Those working in the crypto industry today are much more likely to receive job compensation in the form of equity than crypto tokens, unlike only a few years ago.
According to survey results published by Variant and Union Square Ventures on Dec. 21, new crypto industry hires were three times more likely to receive equity than tokens in 2023, unlike in the past, when crypto companies tended to compensate employees with tokens instead of equity.
The report states that between 2013 and 2018 none of the Web3 firms were offering equity compensation, while token-based compensations were a norm. Before 2023, less than 40% of surveyed employees received equity, while about 50% received tokens. However, this year, the trend reversed.
As of now, startups are experimenting with new incentive mechanisms, with new hires three times more likely to receive equity than tokens.
The survey also revealed other talent-hiring trends within the crypto space.
Approximately 50% of survey respondents claim they compete for new hires almost entirely with other crypto startups, while 25% compete primarily with web2 companies. Other 25% recruit equally from both types of businesses.

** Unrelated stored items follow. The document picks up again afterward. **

//! Panels, nodes and presets of a grid.

use crate::error::{Error, Result};
use crate::numerics::chebyshev::Nodes;

/// A grid: panels in `u = ln(1/x)` from `u = 0`, Chebyshev nodes in each, neighbours sharing a node.
///
/// The node at `x = 1` is not held, since every density vanishes there. Nodes are ordered by growing `u`, so that
/// a convolution (which needs only larger x) is block lower triangular: panel `p` owns the nodes
/// `self.owned(p)`, its left boundary belongs to the panel before.
#[derive(Debug, Clone, PartialEq)]
pub struct Grid {
    edges: Vec<f64>,
    degrees: Vec<usize>,
    panels: Vec<Nodes>,
    offsets: Vec<usize>,
    u: Vec<f64>,
}

/// Named resolutions of a preset grid.
#[derive(Debug, Clone, Copy, PartialEq, Eq)]
pub enum Resolution {
    /// At most 72 nodes at `x_min = 1e-7`.
    Standard,
    /// At most 110 nodes at `x_min = 1e-7`.
    Fine,
}

impl Resolution {
    /// Inner edges in u and, for each panel, the degree; that of the last panel holds at `x_min = 1e-7`.
    ///
    /// Found by trial on random `x^a (1-x)^b (1 + c sqrt x + d x)`, a from -0.4 to 0.8, b from 1.5 to 10, x <= 0.9, and
    /// on the published benchmark input after evolution; `benches/accuracy.py` shows what they reach.
    fn panels(self) -> (&'static [f64], &'static [usize]) {
        match self {
            Self::Standard => (&[0.0, 0.107, 0.90, 6.47], &[14, 19, 21, 17]),
            Self::Fine => (&[0.0, 0.02, 0.25, 1.2, 6.47], &[12, 22, 22, 28, 24]),
        }
    }
}

/// Length of the last panel for which [`Resolution::panels`] holds: from 6.47 to `ln(1e7)`.
const LAST_PANEL: f64 = 9.65;
/// Below this length the last panel is merged into the one before.
const SHORTEST_LAST_PANEL: f64 = 1.5;
/// Largest number of nodes of a free grid: a build needs memory that grows with its square.
const MOST_NODES: usize = 400;
/// Largest degree of a panel: beyond it the barycentric weights lose digits.
const LARGEST_DEGREE: usize = 64;

impl Grid {
    /// A grid with free panels: `edges` in u from 0, growing; one polynomial degree for each panel.
    ///
    /// # Errors
    /// [`Error::Argument`] where the edges do not start at 0 or do not grow, a degree is not in 2..=64, the
    /// numbers do not fit together, or there are more than 400 nodes.
    pub fn new(edges: &[f64], degrees: &[usize]) -> Result<Self> {
        check(edges, degrees)?;
        let panels: Vec<Nodes> =
            edges.windows(2).zip(degrees).map(|(edge, &degree)| Nodes::new(edge[0], edge[1], degree)).collect();
        let mut offsets = vec![0];
        let mut u = Vec::new();
        for panel in &panels {
            u.extend_from_slice(&panel.points()[1..]);
            offsets.push(u.len());
        }
        Ok(Self { edges: edges.to_vec(), degrees: degrees.to_vec(), panels, offsets, u })
    }

    /// The preset grid down to `x_min`, from 1e-9 to 1e-2.
    ///
    /// # Errors
    /// [`Error::Argument`] for another `x_min`.
    pub fn preset(x_min: f64, resolution: Resolution) -> Result<Self> {
        if !(1e-9..=1e-2).contains(&x_min) {
            return Err(Error::Argument {
                name: "x_min",
                value: format!("{x_min:?}"),
                allowed: "must lie in [1e-09, 0.01]; use free panels for another".into(),
            });
        }
        let u_max = -x_min.ln();
        let (inner, degrees) = resolution.panels();
        let (mut edges, mut degrees) = (inner.to_vec(), degrees.to_vec());
        let last = degrees.len() - 1;
        let length = u_max - edges[last];
        if length < SHORTEST_LAST_PANEL {
            edges.pop();
            degrees.pop();
        } else {
            let scaled = degrees[last] as f64 * (length / LAST_PANEL).powf(0.7);
            degrees[last] = (scaled.round() as usize).max(degrees[last] / 2);
        }
        edges.push(u_max);
        Self::new(&edges, &degrees)
    }

    /// Edges of the panels in u.
    pub fn edges(&self) -> &[f64] {
        &self.edges
    }

    /// Polynomial degree of each panel.
    pub fn degrees(&self) -> &[usize] {
        &self.degrees
    }

    /// `u = ln(1/x)` of the nodes, growing.
    pub fn u(&self) -> &[f64] {
        &self.u
    }

    /// Number of nodes.
    pub fn nodes(&self) -> usize {
        self.u.len()
    }

    /// Smallest x: `e^-u` of the last edge without the rounding of its last digits, so that a grid made with
    /// `x_min = 1e-7` says 1e-7.
    pub fn x_min(&self) -> f64 {
        let x = (-self.u_max()).exp();
        format!("{x:.13e}").parse().unwrap_or(x)
    }

    /// x of the nodes, falling to `x_min`.
    pub fn x(&self) -> Vec<f64> {
        let mut x: Vec<f64> = self.u.iter().map(|u| (-u).exp()).collect();
        if let Some(last) = x.last_mut() {
            *last = self.x_min();
        }
        x
    }

    /// Largest u.
    pub fn u_max(&self) -> f64 {
        self.edges[self.edges.len() - 1]
    }

    /// Number of panels.
    pub fn panels(&self) -> usize {
        self.panels.len()
    }

    /// The Chebyshev nodes of a panel, both ends included.
    pub fn panel(&self, panel: usize) -> &Nodes {
        &self.panels[panel]
    }

    /// Nodes that a panel owns: all of its own but the one at its left edge.
    pub fn owned(&self, panel: usize) -> std::ops::Range<usize> {
        self.offsets[panel]..self.offsets[panel + 1]
    }

    /// The panel that owns node `i`.
    pub fn panel_of(&self, i: usize) -> usize {
        self.offsets.partition_point(|&offset| offset <= i) - 1
    }

    /// Where the panels begin in the list of nodes, and the number of nodes at the end.
    pub fn offsets(&self) -> &[usize] {
        &self.offsets
    }
}

fn check(edges: &[f64], degrees: &[usize]) -> Result<()> {
    let argument = |name, value, allowed: &str| Error::Argument { name, value, allowed: allowed.into() };
    if edges.len() < 2 || edges.len() != degrees.len() + 1 {
        return Err(argument(
            "edges",
            format!("{} edges for {} degrees", edges.len(), degrees.len()),
            "there must be one more edge than degrees, and one panel at least",
        ));
    }
    if edges[0] != 0.0 || edges.windows(2).any(|edge| edge[0] >= edge[1]) || edges.iter().any(|e| !e.is_finite()) {
        return Err(argument("edges", format!("{edges:?}"), "must grow from 0 (u = ln(1/x))"));
    }
    if degrees.iter().any(|degree| !(2..=LARGEST_DEGREE).contains(degree)) {
        return Err(argument("degrees", format!("{degrees:?}"), "each must lie in 2..=64"));
    }
    let nodes: usize = degrees.iter().sum();
    if nodes > MOST_NODES {
        return Err(argument("degrees", format!("{nodes} nodes"), "at most 400 nodes in all"));
    }
    Ok(())
}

In addition, the survey suggests that during a bear market recruiting in Web3 may be more accessible than attracting newcomers to the crypto industry.
As for the composition of crypto teams, almost half of the headcount across web3 companies surveyed are engineers who specialize in smart contracts, solidity, protocol, web3, ZK, or cryptography. Web3 engineers are paid 23%-27% more than their counterparts in the general market.
Those who want to develop a meaningful and prosperous career in Web3 and earn decent compensation in either crypto or fiat should also consider blockchain development training and becoming a blockchain developer. Due to rising demand and the transition to Web3 technology, blockchain developers are currently among the highest-paid professionals globally.